I like that this relies on generating SQL rather than just being a black-box cha...

Xyra · 2026-01-01T00:14:15 1767226455

Exactly, people want precision and control sometimes. Also it's very hard to beat SQL query planners when you have lots of material views and indexes. Like this is a lot more powerful for most use cases for exploring these documents than if you just had all these documents as json on your local machine and could write whatever python you wanted.

Yeah I've out a lot of care into rate-limiting and security. We do AST parsing and block certain joins, and Hacker News has not bricked or overloaded my machine yet--there's actually a lot more bandwidth for people to run expensive queries.

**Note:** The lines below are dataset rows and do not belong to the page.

def hold_time(alt, operating, path, heaters, fluid, t_limit: Optional[float], t_freeze: Optional[float],
              t_held: np.ndarray) -> Optional[HoldTime]:
    """Hold Time of ``alt`` (see the module); None when no segment can stand (every one has a jacket or a
    fixed wall).

    ``operating``: the operating :class:`~solver.results.Result` (start temperatures); ``path``: the
    worst case's :class:`solver.design_cases.OutsidePath`; ``heaters``: its ``HeaterLaw``; ``fluid``: the
    fluid model; ``t_limit`` / ``t_freeze``: the maintain temperature and the freezing point [K] or None;
    ``t_held``: where each standing segment's heating holds it standing still [K] (per standing segment,
    in order): the warmest the heating-on curves can get.
    """
    segs = np.flatnonzero(path.standing)
    if segs.size == 0:
        return None
    n_all = len(alt.segments)
    bulk, pressure, x = (operating.profile.bulk_temperature_K, operating.profile.pressure_Pa, operating.profile.x_m)
    t0 = np.empty(segs.size)
    p0 = np.empty(segs.size)
    for j, i in enumerate(segs):
        span = operating.segments[i]
        sl = slice(span.node_start, span.node_end + 1)
        length = x[sl][-1] - x[sl][0]
        t0[j] = np.trapezoid(bulk[sl], x[sl]) / length if length > 0 else float(bulk[sl].mean())
        p0[j] = float(pressure[sl].mean())
    props = fluid.props(np.clip(t0, fluid.T_min_K, fluid.T_max_K), p0)
    d_in = np.array([operating.segments[i].inner_diameter_m for i in segs])
    d_po = path.d_pipe[segs]
    c_fluid = props.rho * props.cp * 0.25 * math.pi * d_in**2
    c_wall = np.array([_wall_capacity(alt.segments[i].pipe.material, d_in[j], d_po[j]) for j, i in enumerate(segs)])
    t_s = path.surface_start(segs, t0)
    for _ in range(10):  # settle the surface temperature for the start figures
        g_pipe, g_sink, t_new = path.conductances(segs, t0, t_s)
        settled = bool(np.all(np.abs(t_new - t_s) < 1e-3))
        t_s = t_new
        if settled:
            break
    with np.errstate(divide="ignore"):
        r_pipe = np.where(g_pipe > 0, 1.0 / g_pipe, np.inf)
        r_out = np.where(g_pipe + g_sink > 0, 1.0 / (g_pipe + g_sink), np.inf)
    c_ins = np.array([insulation_share(alt.segments[i].insulation, path.d_pipe[i], path.layer_resistances[i], r_pipe[j])
                      for j, i in enumerate(segs)])
    capacity = c_fluid + c_wall + c_ins
    L_f, L_source = latent_heat(alt.fluid) if t_freeze is not None else (None, "no freezing point")
    latent = np.full(segs.size, 0.0 if L_f is None else L_f) * props.rho * 0.25 * math.pi * d_in**2
    with np.errstate(divide="ignore"):
        biot = np.where(np.isfinite(r_pipe), 1.0 / (4.0 * math.pi * props.k * r_pipe), 0.0)
    if fluid.compressible:
        biot = np.full(segs.size, np.nan)  # a gas holds almost no heat: the lumped temperature is the wall's
    tau = capacity * r_out

    # scenarios: heating off, heating on (from the operating temperature); warm-up from the worst ambient
    heated = (heaters.kind[segs] > 0) | (path.g_tracer[segs] > 0)
    warm = np.flatnonzero(heated & path.exposed[segs] & (t_limit is not None))
    n = segs.size
    rows_seg = np.concatenate([segs, segs, segs[warm]])
    rows_j = np.concatenate([np.arange(n), np.arange(n), warm])
    heat_on = np.concatenate([np.zeros(n, bool), np.ones(n, bool), np.ones(warm.size, bool)])
    downward = np.concatenate([np.ones(2 * n, bool), np.zeros(warm.size, bool)])
    t_start = np.concatenate([t0, t0, path.t_inf[segs[warm]]])
    frozen_start = np.zeros(rows_seg.size)
    if t_freeze is not None and L_f is not None:
        frozen_start[2 * n:] = (t_start[2 * n:] < t_freeze).astype(float)
    nan = np.nan
    thresholds = np.column_stack([
        np.full(rows_seg.size, nan if t_limit is None else t_limit),
        np.where(downward, nan if t_freeze is None else t_freeze, nan),
    ])
    # the warmest a row can get: its start, or where its heating holds it standing still
    t_high = np.concatenate([t0, t_held, t_held[warm]])
    rows = _Rows(path, heaters, rows_seg, t_start, frozen_start, capacity[rows_j], latent[rows_j], heat_on,
                 t_freeze, thresholds, downward, t_high)

    # how long to follow: a few time constants and the plateau with the heating off, 1 h to 30 days; then
    # longer while a row still heads for a temperature it has not reached (its standing one lies beyond)
    t_inf = path.t_inf[segs]
    with np.errstate(divide="ignore", invalid="ignore"):
        plateau = np.where((t_freeze is not None) & (latent > 0) & (t_inf < (t_freeze or 0.0)),
                           latent / ((g_pipe + g_sink) * ((t_freeze or 0.0) - t_inf)), 0.0)
    span = np.nan_to_num(6.0 * tau + plateau, nan=0.0, posinf=HORIZON_MAX_S)
    horizon = float(np.clip(span.max(initial=0.0), 3600.0, HORIZON_MAX_S))
    times = list(horizon * (np.arange(STEPS + 1) / STEPS) ** 1.5)
    curves = [rows.T.copy()]
    for k in range(STEPS):
        rows.step(times[k], times[k + 1] - times[k])
        curves.append(rows.T.copy())
    standing_off = np.where(path.kind[segs] == "adiabatic", np.nan, t_inf)
    eventual = np.concatenate([standing_off, t_held, t_held[warm]])
    while times[-1] < HORIZON_MAX_S and rows.heading_on(eventual):
        t_end = min(2.0 * times[-1], HORIZON_MAX_S)
        for t in np.linspace(times[-1], t_end, STEPS // 2 + 1)[1:].tolist():
            rows.step(times[-1], t - times[-1])
            times.append(t)
            curves.append(rows.T.copy())
    times = np.array(times)
    curves = np.array(curves)

    def reached(col, part):
        sl = {"off": slice(0, n), "on": slice(n, 2 * n)}[part]
        v = rows.reached[sl, col]
        return np.where(np.isnan(v), np.inf, v)

    lim_off, lim_on = reached(0, "off"), reached(0, "on")
    frz_off, frz_on = reached(1, "off"), reached(1, "on")
    solid_off = np.where(np.isnan(rows.solid_at[:n]), np.inf, rows.solid_at[:n])
    solid_on = np.where(np.isnan(rows.solid_at[n:2 * n]), np.inf, rows.solid_at[n:2 * n])
    warm_time = np.full(n, np.nan)
    if warm.size:
        w = rows.reached[2 * n:, 0]
        warm_time[warm] = np.where(np.isnan(w), np.inf, w)

    out_curves = {name: np.full((times.size, n_all), np.nan) for name in ("off", "on", "warm")}
    out_curves["off"][:, segs] = curves[:, :n]
    out_curves["on"][:, segs] = curves[:, n:2 * n]
    out_curves["warm"][:, segs[warm]] = curves[:, 2 * n:]

    records, warnings, high_biot = [], [], []
    plateau_applies = t_freeze is not None and L_f is not None
    for j, i in enumerate(segs):
        name = alt.segments[i].name
        exposed = bool(path.exposed[i])
        records.append(SegmentHold(
            index=int(i), name=name, start_temperature_K=float(t0[j]), capacity_J_per_mK=float(capacity[j]),
            fluid_capacity_J_per_mK=float(c_fluid[j]), wall_capacity_J_per_mK=float(c_wall[j]),
            insulation_capacity_J_per_mK=float(c_ins[j]), latent_heat_J_per_m=float(latent[j]),
            outside_resistance_K_m_per_W=float(r_out[j]), time_constant_s=float(tau[j]), biot_number=float(biot[j]),
            to_limit_off_s=float(lim_off[j]) if t_limit is not None else None,
            to_limit_on_s=float(lim_on[j]) if t_limit is not None else None,
            to_freezing_off_s=float(frz_off[j]) if t_freeze is not None else None,
            to_freezing_on_s=float(frz_on[j]) if t_freeze is not None else None,
            frozen_solid_off_s=float(solid_off[j]) if plateau_applies else None,
            frozen_solid_on_s=float(solid_on[j]) if plateau_applies else None,
            warm_up_s=float(warm_time[j]) if (exposed and bool(heated[j]) and t_limit is not None) else None,
        ))
        if biot[j] > BIOT_LIMIT:
            high_biot.append(f"{i + 1} {name!r} ({biot[j]:.2f})")
    if high_biot:
        # one sentence for all such segments: the reason is the same for each
        named = ", ".join(high_biot[:6]) + (f" and {len(high_biot) - 6} more" if len(high_biot) > 6 else "")
        warnings.append(
            f"Biot number above {BIOT_LIMIT} in segment{'s' if len(high_biot) > 1 else ''} {named}: the "
            "standing fluid's own conduction resistance is not small against the outside path, so its core stays "
            "warmer than the wall and ice or a cold layer forms at the wall before the lumped temperature gets "
            "there; the lumped times are optimistic for the wall (lumped capacitance: Bi < 0.1, Incropera & DeWitt "
            "§5.2).")
    return HoldTime(limit_temperature_K=t_limit, freezing_point_K=t_freeze,
                    latent_heat_J_per_kg=L_f if t_freeze is not None else None, latent_heat_source=L_source,
                    time_s=times, bulk_off_K=out_curves["off"], bulk_on_K=out_curves["on"],
                    warm_up_K=out_curves["warm"], segments=records, warnings=warnings)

As for getting good semantic queries for different domains, one thing Claude can do besides use our embed endpoint to embed arbitrary text as a search vector, is use compositions of centroids (averages) of vectors in our database, as search vectors. Like it can effortlessly average every lesswrong chunk embedding over text mentioning "optimization" and search with that. You can actually ask Claude to run an experiment averaging the "optimization" vectors from different sources, and see what kind of different queries you get when using them on different sources. Then the fun challenge would be figuring out legible vectors that bridge the gap between these different platform's vectors. Maybe there's half the cosine distance when you average the lesswrong "optimization" vector with embed("convex/nonconvex optimization, SGD, loss landscapes, constrained optimization.")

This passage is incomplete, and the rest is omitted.